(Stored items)
┏━━
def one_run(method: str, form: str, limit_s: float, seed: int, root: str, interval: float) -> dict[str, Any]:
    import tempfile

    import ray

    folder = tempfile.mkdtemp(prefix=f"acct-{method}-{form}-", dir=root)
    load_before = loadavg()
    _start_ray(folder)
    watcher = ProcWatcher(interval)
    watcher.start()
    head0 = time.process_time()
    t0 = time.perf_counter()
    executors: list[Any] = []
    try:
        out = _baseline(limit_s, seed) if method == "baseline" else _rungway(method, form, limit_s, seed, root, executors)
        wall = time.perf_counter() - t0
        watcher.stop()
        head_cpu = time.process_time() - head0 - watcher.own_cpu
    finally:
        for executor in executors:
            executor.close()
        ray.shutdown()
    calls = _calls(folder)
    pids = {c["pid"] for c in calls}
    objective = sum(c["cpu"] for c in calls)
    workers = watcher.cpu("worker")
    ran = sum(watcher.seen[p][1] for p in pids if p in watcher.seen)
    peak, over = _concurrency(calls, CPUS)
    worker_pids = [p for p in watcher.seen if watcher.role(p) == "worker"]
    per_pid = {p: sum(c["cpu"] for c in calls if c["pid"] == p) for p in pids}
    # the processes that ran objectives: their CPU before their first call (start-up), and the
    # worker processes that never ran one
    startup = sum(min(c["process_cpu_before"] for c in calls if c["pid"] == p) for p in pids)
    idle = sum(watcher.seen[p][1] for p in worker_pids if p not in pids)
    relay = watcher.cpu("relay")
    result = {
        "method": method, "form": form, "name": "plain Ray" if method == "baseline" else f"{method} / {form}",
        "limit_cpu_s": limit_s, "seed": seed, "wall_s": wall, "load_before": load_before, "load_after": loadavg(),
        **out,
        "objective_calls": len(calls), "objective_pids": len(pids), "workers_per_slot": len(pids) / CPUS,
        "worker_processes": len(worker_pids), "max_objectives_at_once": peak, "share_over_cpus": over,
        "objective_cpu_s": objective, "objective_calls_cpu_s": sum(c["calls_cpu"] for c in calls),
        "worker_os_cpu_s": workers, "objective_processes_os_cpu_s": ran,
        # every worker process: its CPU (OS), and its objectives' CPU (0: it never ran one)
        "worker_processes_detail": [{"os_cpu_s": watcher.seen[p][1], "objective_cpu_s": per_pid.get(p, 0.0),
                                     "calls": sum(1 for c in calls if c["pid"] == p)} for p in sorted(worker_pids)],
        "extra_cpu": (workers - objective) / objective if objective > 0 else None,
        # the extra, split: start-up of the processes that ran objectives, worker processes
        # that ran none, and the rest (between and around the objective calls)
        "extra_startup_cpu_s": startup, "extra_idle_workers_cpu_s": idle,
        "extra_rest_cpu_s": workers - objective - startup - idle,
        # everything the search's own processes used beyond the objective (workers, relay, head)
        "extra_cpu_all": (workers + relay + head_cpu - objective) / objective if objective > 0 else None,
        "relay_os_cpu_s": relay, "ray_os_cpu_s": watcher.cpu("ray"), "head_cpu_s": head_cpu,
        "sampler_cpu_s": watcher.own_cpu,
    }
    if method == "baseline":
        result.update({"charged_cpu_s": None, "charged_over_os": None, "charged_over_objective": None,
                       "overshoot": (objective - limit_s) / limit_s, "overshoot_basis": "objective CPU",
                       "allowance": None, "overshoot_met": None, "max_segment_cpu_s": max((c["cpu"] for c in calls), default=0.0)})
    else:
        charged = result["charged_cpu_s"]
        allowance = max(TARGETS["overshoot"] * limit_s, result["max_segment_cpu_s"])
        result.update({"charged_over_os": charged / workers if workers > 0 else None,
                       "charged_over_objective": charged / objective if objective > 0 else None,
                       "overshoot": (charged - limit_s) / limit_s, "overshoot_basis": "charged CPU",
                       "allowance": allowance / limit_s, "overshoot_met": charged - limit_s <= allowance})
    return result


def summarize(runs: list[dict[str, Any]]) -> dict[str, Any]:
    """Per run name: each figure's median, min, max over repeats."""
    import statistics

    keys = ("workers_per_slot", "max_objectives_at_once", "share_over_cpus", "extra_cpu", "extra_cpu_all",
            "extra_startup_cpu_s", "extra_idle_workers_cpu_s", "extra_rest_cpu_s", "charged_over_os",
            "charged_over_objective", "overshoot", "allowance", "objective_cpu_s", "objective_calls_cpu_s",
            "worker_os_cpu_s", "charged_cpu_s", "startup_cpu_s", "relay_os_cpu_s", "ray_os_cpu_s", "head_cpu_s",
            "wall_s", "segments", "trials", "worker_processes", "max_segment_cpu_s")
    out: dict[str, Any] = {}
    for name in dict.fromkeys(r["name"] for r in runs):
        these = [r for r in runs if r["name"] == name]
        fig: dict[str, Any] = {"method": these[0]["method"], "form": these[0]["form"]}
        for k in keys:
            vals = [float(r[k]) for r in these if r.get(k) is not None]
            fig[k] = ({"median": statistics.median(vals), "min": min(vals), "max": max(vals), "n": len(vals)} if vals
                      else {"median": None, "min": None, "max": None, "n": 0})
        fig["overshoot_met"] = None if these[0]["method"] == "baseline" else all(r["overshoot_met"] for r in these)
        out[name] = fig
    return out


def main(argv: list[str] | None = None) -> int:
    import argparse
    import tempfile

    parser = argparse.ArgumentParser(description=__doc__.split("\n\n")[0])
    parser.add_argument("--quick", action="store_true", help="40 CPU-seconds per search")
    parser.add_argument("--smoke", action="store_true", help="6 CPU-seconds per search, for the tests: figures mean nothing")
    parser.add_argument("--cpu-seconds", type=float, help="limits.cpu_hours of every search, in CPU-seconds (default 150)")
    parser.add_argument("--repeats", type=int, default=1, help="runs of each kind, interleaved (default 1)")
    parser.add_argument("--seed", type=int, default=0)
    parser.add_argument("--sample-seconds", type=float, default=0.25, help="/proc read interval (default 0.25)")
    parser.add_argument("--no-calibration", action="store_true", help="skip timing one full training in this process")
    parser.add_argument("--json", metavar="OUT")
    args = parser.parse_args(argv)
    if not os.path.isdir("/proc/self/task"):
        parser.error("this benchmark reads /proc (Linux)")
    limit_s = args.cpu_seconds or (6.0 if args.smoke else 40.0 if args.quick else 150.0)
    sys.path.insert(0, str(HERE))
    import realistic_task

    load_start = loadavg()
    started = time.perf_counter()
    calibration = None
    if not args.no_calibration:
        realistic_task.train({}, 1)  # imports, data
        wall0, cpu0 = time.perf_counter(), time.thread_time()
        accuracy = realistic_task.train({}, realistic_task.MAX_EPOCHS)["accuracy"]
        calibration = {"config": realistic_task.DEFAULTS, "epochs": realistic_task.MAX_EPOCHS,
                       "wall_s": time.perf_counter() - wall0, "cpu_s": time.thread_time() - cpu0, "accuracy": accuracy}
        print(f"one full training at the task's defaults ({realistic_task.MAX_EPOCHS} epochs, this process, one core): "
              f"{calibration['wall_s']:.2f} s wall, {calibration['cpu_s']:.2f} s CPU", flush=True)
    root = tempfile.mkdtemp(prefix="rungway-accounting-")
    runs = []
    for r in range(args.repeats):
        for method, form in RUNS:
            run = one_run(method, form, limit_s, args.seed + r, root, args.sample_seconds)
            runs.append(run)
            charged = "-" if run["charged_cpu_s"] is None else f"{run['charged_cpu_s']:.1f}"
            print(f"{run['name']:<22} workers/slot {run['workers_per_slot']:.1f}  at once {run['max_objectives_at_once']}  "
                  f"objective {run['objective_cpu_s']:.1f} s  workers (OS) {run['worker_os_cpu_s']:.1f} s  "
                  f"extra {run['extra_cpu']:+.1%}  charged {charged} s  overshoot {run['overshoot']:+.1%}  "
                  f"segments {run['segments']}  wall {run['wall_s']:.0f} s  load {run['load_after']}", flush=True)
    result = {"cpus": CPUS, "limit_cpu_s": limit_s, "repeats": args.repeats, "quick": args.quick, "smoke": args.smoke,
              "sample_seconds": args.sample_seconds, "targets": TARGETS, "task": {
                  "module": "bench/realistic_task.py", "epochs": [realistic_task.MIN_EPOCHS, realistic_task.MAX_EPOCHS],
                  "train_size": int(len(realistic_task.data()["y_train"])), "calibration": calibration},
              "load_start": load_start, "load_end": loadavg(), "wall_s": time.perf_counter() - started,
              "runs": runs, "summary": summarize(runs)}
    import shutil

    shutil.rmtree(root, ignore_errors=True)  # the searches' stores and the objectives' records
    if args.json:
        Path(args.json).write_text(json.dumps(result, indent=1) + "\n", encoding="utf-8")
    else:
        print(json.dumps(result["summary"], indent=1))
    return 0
┗━━
_The problem_
The reply must be a number and nothing more: the count of lines above that contain the word "shutil".

_Response area_
2